▶ [Directions]: Only the number is wanted: how many lines below contain "createWriteStream"?

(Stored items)
// Invented farms and storages for the benchmarks, in the files `pitside farms import` and
// `pitside storages import` read. Everything here is made up (region: the invented Tamarack Valley).
import { pad } from '../lib/prng.mjs'

const first = ['Ansel', 'Brisa', 'Corin', 'Delphine', 'Emrik', 'Fenna', 'Galen', 'Hester', 'Ivo', 'Jorunn', 'Kasimir', 'Liesl', 'Mattis', 'Nella', 'Osric', 'Perpetua']
const last = ['Quarry', 'Rushmere', 'Sallowby', 'Thorncombe', 'Underhay', 'Vellacott', 'Wendover', 'Yarrowby', 'Ashgrove', 'Birchall', 'Coldharbour', 'Dunmore']
const place = ['Tamarack', 'Heron Flats', 'Sorrel Creek', 'Millrace', 'Cinder Hill', 'Otterbrook', 'Juniper Bend', 'Kestrel Ridge', 'Lantern Hollow', 'Marlpit']
const what = ['Dairy', 'Finishing', 'Feeders', 'Poultry', 'Mixed Farm', 'Acres', 'Homestead']

/**
 * The kinds of storage the benchmarks spread over, with as-is analysis values typical of each
 * (invented, but inside common published ranges so the plausibility checks pass quietly).
 * Liquid: lb per 1000 gal; solid: lb per ton. dm: dry matter %; nh4: ammonium-N as a share of total N.
 */
export const storageKinds = [
  { kind: 'deep_pit', species: 'swine', form: 'liquid', code: 'PIT', dm: [4, 8], tn: [40, 70], nh4: [0.65, 0.8], p: [25, 48], k: [26, 44], s: [3, 6], ph: [7.2, 8.1], capacity: [600_000, 1_400_000] },
  { kind: 'earthen_basin', species: 'dairy', form: 'liquid', code: 'BASIN', dm: [4, 9], tn: [20, 34], nh4: [0.4, 0.55], p: [9, 17], k: [18, 30], s: [2, 4], ph: [7.0, 7.8], capacity: [1_500_000, 4_000_000] },
  { kind: 'lagoon', species: 'dairy', form: 'liquid', code: 'LAG', dm: [1.8, 3.2], tn: [8, 15], nh4: [0.55, 0.75], p: [3, 7], k: [9, 16], s: [0.8, 2], ph: [7.4, 8.2], capacity: [1_000_000, 3_000_000] },
  { kind: 'tank', species: 'swine', form: 'liquid', code: 'TANK', dm: [3, 6], tn: [33, 55], nh4: [0.6, 0.78], p: [18, 36], k: [24, 40], s: [2, 5], ph: [7.1, 8.0], capacity: [300_000, 900_000] },
  { kind: 'stack', species: 'beef', form: 'solid', code: 'SLAB', dm: [30, 60], tn: [10, 24], nh4: [0.12, 0.3], p: [7, 15], k: [10, 20], s: [1.5, 3], ph: [7.5, 8.6], capacity: [500, 2000] },
  { kind: 'stack', species: 'poultry', form: 'solid', code: 'LITTER', dm: [65, 80], tn: [45, 75], nh4: [0.12, 0.22], p: [45, 70], k: [40, 60], s: [8, 14], ph: [7.6, 8.8], capacity: [200, 900] },
]

export function farmCode(i) {
  return `F${pad(i + 1, 4)}`
}

/** `count` farms with 1–3 storages each; deterministic for a given random source. */
export function makeFarms(random, count) {
  const farms = []
  for (let i = 0; i < count; i++) {
    const code = farmCode(i)
    const storages = []
    const n = random.int(1, 3)
    const used = new Set()
    for (let s = 0; s < n; s++) {
      const type = random.pick(storageKinds)
      let storageCode = type.code
      for (let k = 2; used.has(storageCode); k++) storageCode = `${type.code}-${k}`
      used.add(storageCode)
      storages.push({ code: storageCode, type, capacity: Math.round(random.between(...type.capacity)) })
    }
    farms.push({
      code,
      name: `${random.pick(place)} ${random.pick(what)} ${i + 1}`,
      operator: `${random.pick(first)} ${random.pick(last)}`,
      storages,
    })
  }
  return farms
}

export function farmsCsv(farms) {
  const lines = ['farm,name,operator_name,region']
  for (const f of farms) lines.push(`${f.code},${f.name},${f.operator},Tamarack Valley`)
  return lines.join('\n') + '\n'
}

export function storagesCsv(farms) {
  const lines = ['farm,storage,kind,species,form,name,capacity,capacity_unit,current_amount,current_amount_on']
  for (const f of farms) {
    for (const s of f.storages) {
      const unit = s.type.form === 'liquid' ? 'gal' : 'ton'
      lines.push(`${f.code},${s.code},${s.type.kind},${s.type.species},${s.type.form},${s.type.species} ${s.type.kind.replace('_', ' ')},${s.capacity},${unit},${Math.round(s.capacity * 0.7)},2026-11-01`)
    }
  }
  return lines.join('\n') + '\n'
}
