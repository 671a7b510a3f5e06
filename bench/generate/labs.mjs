// An invented lab-results file in the documented column layout (examples/labs/), every column filled
// the way a lab's export fills it: a few below-detection cells, a few quoted notes with commas.
import { createWriteStream } from 'node:fs'
import { once } from 'node:events'
import { addDays, decimal, pad } from '../lib/prng.mjs'

export const labColumns = [
  'report_id', 'sample_id', 'sampled_on', 'lab', 'farm', 'storage', 'form', 'species', 'basis', 'units',
  'dry_matter_pct', 'total_n', 'ammonium_n', 'p2o5', 'k2o', 'sulfur', 'ph', 'notes',
]

const notes = [
  'agitated 2 h before sampling',
  'composite of 6 cores',
  '"foam on surface, sampled below it"',
  'sampled at pump-out',
  '"bottle arrived warm, analysed same day"',
  'crust broken before sampling',
]

/**
 * Writes `rows` lab results for the given farms' storages to `path`. Each report covers 4–12
 * samples of one farm taken on one day, 2024–2026; sample ids are unique in the file. Returns the
 * number of rows written and of reports.
 */
export async function writeLabFile(path, { random, farms, rows, firstReport = 1 }) {
  const out = createWriteStream(path)
  let buffer = labColumns.join(',') + '\n'
  let written = 0
  let report = firstReport
  let sample = 1
  while (written < rows) {
    const farm = random.pick(farms)
    const day = addDays('2024-01-08', random.int(0, 1000)) // up to early October 2026
    const yy = day.slice(2, 4)
    const reportId = `CRA-${yy}-${pad(report++, 5)}`
    const count = Math.min(random.int(4, 12), rows - written)
    for (let k = 0; k < count; k++) {
      const storage = random.pick(farm.storages)
      const t = storage.type
      const tn = random.between(...t.tn)
      const nh4 = tn * random.between(...t.nh4)
      const units = t.form === 'liquid' ? 'lb_per_1000gal' : 'lb_per_ton'
      const sulfur = random.chance(0.01) ? '<0.5' : decimal(random.between(...t.s), 2)
      buffer +=
        `${reportId},S${yy}-${pad(sample++, 7)},${day},Cobble Run Analytical,${farm.code},${storage.code},${t.form},${t.species},as_is,${units},` +
        `${decimal(random.between(...t.dm), 2)},${decimal(tn, 2)},${decimal(nh4, 2)},${decimal(random.between(...t.p), 2)},${decimal(random.between(...t.k), 2)},` +
        `${sulfur},${decimal(random.between(...t.ph), 1)},${random.chance(0.06) ? random.pick(notes) : ''}\n`
      written++
    }
    if (buffer.length > 1 << 20) {
      if (!out.write(buffer)) await once(out, 'drain')
      buffer = ''
    }
  }
  out.end(buffer)
  await once(out, 'finish')
  return { rows: written, reports: report - firstReport }
}
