// The practical limit for a JSON API route on this machine: a bare Express 5 app answering a small
// constant JSON body. Usage: node bench/baselines/bare-express.mjs <port>
import express from 'express'

const port = Number(process.argv[2] ?? 0)
const app = express()
const body = { id: 1, farm: 'F0001', season: 2027, fields: 50, ok: true }
app.get('/constant', (_req, res) => {
  res.json(body)
})
const server = app.listen(port, '127.0.0.1', () => {
  process.stdout.write(`listening on ${server.address().port}\n`)
})
server.keepAliveTimeout = 65_000
process.on('SIGTERM', () => process.exit(0))
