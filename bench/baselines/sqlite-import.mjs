// The practical limit for a CSV import: the sqlite3 command-line tool's own `.import --csv` of the
// same file into a WAL-mode table with the file's columns and the same unique key (report, sample).
import { spawnSync } from 'node:child_process'
import { labColumns } from '../generate/labs.mjs'

const numeric = new Set(['dry_matter_pct', 'total_n', 'ammonium_n', 'p2o5', 'k2o', 'ph'])

export const sqliteBinary = process.env.SQLITE3 ?? 'sqlite3'

/** True when the sqlite3 command-line tool can be run. */
export function haveSqlite3() {
  return spawnSync(sqliteBinary, ['-version'], { encoding: 'utf8' }).status === 0
}

/** Creates the baseline's empty database (WAL journal, the lab file's columns, unique report + sample). */
export function createSqliteBaselineDb(file) {
  const columns = labColumns.map((c) => `${c} ${numeric.has(c) ? 'REAL' : 'TEXT'}`).join(', ')
  const sql = `PRAGMA journal_mode=WAL; CREATE TABLE lab_rows (${columns}, UNIQUE (report_id, sample_id));`
  const r = spawnSync(sqliteBinary, [file, sql], { encoding: 'utf8' })
  if (r.status !== 0) throw new Error(`sqlite3 could not create ${file}: ${r.stderr}`)
}

/** The arguments that import `csvFile` into the baseline database `file`. */
export function sqliteImportArgs(file, csvFile) {
  return [file, `.import --csv --skip 1 ${csvFile} lab_rows`]
}

export function countRows(file, table) {
  const r = spawnSync(sqliteBinary, [file, `select count(*) from ${table}`], { encoding: 'utf8' })
  return Number(r.stdout.trim())
}
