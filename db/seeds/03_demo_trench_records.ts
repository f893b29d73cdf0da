import type { Knex } from 'knex';
import { getProject } from '../projects';
import { loadPrincipal } from '../../lib/auth/principal';
import { DEMO_PROJECT, DEMO_USERS } from './01_demo';
import type { DemoCtx } from './demo/context';
import { seedDucts } from './demo/ducts';
import { seedDepths } from './demo/depths';
import { seedCrossingsPhotos } from './demo/crossings-photos';
import { seedRestoration } from './demo/restoration';

// The demo's trench records in Quillhaven North: what the crews laid, how deep, what they found in the
// ground, how they put the road back and what they did each day, with some records failing a check so that
// an engineer signing in finds something to do on the quality-checks page. Fictional, idempotent.
export async function seed(knex: Knex): Promise<void> {
  const row = await knex('projects').whereRaw('lower(name) = lower(?)', [DEMO_PROJECT]).first('id');
  if (!row) return;
  if (!(await knex('reconcile_runs').where({ project_id: row.id }).first('id'))) return;
  // records already there: a second run adds nothing
  if (await knex('depth_readings').where({ project_id: row.id }).first('id')) return;
  const userId = async (role: string) => (await knex('users').where({ email: DEMO_USERS.find((u) => u.role === role)!.email }).first('id')).id;
  const routes = new Map<string, string>((await knex('planned_routes').where({ project_id: row.id }).select('ref', 'id')).map((r: { ref: string; id: string }) => [r.ref, r.id]));
  const ctx: DemoCtx = {
    knex,
    projectId: row.id,
    project: (await getProject(knex, row.id))!,
    surveyor: (await loadPrincipal(knex, await userId('surveyor')))!,
    engineer: (await loadPrincipal(knex, await userId('engineer')))!,
    routes,
  };
  await seedDucts(knex, ctx);
  await seedDepths(knex, ctx);
  await seedCrossingsPhotos(knex, ctx);
  await seedRestoration(knex, ctx);
}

▶ [Completed task]: 2